International health care products major, Covidien plc (COV) has won the approval of the U.S. Food and Drug Administration (“FDA”) for its motion-tolerant Nellcor pulse oximetry devices. The system can effectively detect and diagnose acute and potentially fatal breathing difficulties at an early stage, thereby allowing faster treatment and elimination of respiratory complications.

The Nellcor devices from Covidien’s oximetry and monitoring products portfolio under the Medical Devices segment are designed to pick up cardiac-based signals and hence is highly correlated to the patient’s physiology. Patient movement, noise and low perfusion can hinder proper readings, which might lead to a delay in treatment. The advanced motion-tolerant pulse oximeters provide accurate readings, despite movements, resulting in improved standard of care.

The Nellcor Bedside SpO2 Patient Monitoring System, Bedside Respiratory Patient Monitoring System, and N-600x Pulse Oximetry Monitoring System are the devices that have been cleared by the FDA. The systems continuously monitor SpO2 as well as the pulse rate for adult, neonatal and pediatric patients. In 2012, the regulatory body had cleared the Nellcor Bedside SpO2 Patient Monitoring System and the Bedside Respiratory Patient Monitoring System for sale in the U.S.

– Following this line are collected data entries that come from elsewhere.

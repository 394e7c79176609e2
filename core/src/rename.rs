//! Register renaming: the map from architectural to physical registers, the
//! free list, and the cycle at which each physical register's value is ready.
//!
//! Dispatch reads the map for sources and takes a free register for a
//! destination; commit returns the register the destination replaced (it is
//! free once the next writer of the same architectural register retires).

use overlap_isa::Reg;

/// A physical register number.
pub(crate) type PhysReg = u16;
/// No register: always ready (used for `x0` and unused sources).
pub(crate) const NO_REG: PhysReg = PhysReg::MAX;

#[derive(Debug)]
pub(crate) struct Rename {
    map: [PhysReg; 32],
    free: Vec<PhysReg>,
    ready: Vec<u64>,
}

impl Rename {
    pub(crate) fn new(phys_regs: usize) -> Rename {
        let mut map = [0; 32];
        for (i, m) in map.iter_mut().enumerate() {
            *m = i as PhysReg;
        }
        // Pop from the end: the lowest free numbers are handed out first.
        let free = (32..phys_regs as PhysReg).rev().collect();
        Rename {
            map,
            free,
            ready: vec![0; phys_regs],
        }
    }

    pub(crate) fn free_count(&self) -> usize {
        self.free.len()
    }

    /// The physical register holding `r`'s current value.
    pub(crate) fn source(&self, r: Reg) -> PhysReg {
        if r.0 == 0 {
            NO_REG
        } else {
            self.map[r.index()]
        }
    }

    /// Cycle at which a physical register's value is ready.
    pub(crate) fn ready_at(&self, p: PhysReg) -> u64 {
        if p == NO_REG {
            0
        } else {
            self.ready[p as usize]
        }
    }

    pub(crate) fn set_ready(&mut self, p: PhysReg, cycle: u64) {
        if p != NO_REG {
            self.ready[p as usize] = cycle;
        }
    }

    /// Give `r` a fresh physical register, not ready; returns (new, replaced).
    pub(crate) fn allocate(&mut self, r: Reg) -> Option<(PhysReg, PhysReg)> {
        let p = self.free.pop()?;
        self.ready[p as usize] = crate::rob::NOT_YET;
        let prev = std::mem::replace(&mut self.map[r.index()], p);
        Some((p, prev))
    }

    pub(crate) fn release(&mut self, p: PhysReg) {
        if p != NO_REG {
            self.free.push(p);
        }
    }
}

The FDA approval underlines Covidien’s commitment toward patient safety across general as well as critical areas of hospital care. The Nellcor pulse oximeters are the only FDA-approved devices that are compliant with ISO 80601-2-61 (International Organization for Standardization standards for pulse oximetry). Additionally, the company will provide pulse oximetry training through its new Professional Affairs and Clinical Education Online Platform to support the safe use of motion-tolerant pulse oximeters.

Our Take

The FDA approval might soothe the current negative investor sentiment on Covidien. The company recently provided a dismal fiscal 2013 guidance, which complements its Zacks Rank #5 (Strong Sell).

Moreover, it is slated to spin-off its Pharmaceutical unit at the end of Jun 2013. The Pharma business is performing well and contributing significantly to the top line. Following its divestment, Covidien will be left with only the Medical Devices and Supplies businesses. Given the current difficult healthcare environment, uncertainty looms over the growth prospects of these two businesses.

While we strongly recommend investors to avoid this stock due to the risks associated with the Pharma spin-off, other medical stocks such as Conceptus (CPTS), Atricure (ATRC) and Myriad Genetics (MYGN) warrant a look. While Conceptus carries a Zacks Rank #1 (Strong Buy), the other two stocks carry a Zacks Rank #2 (Buy).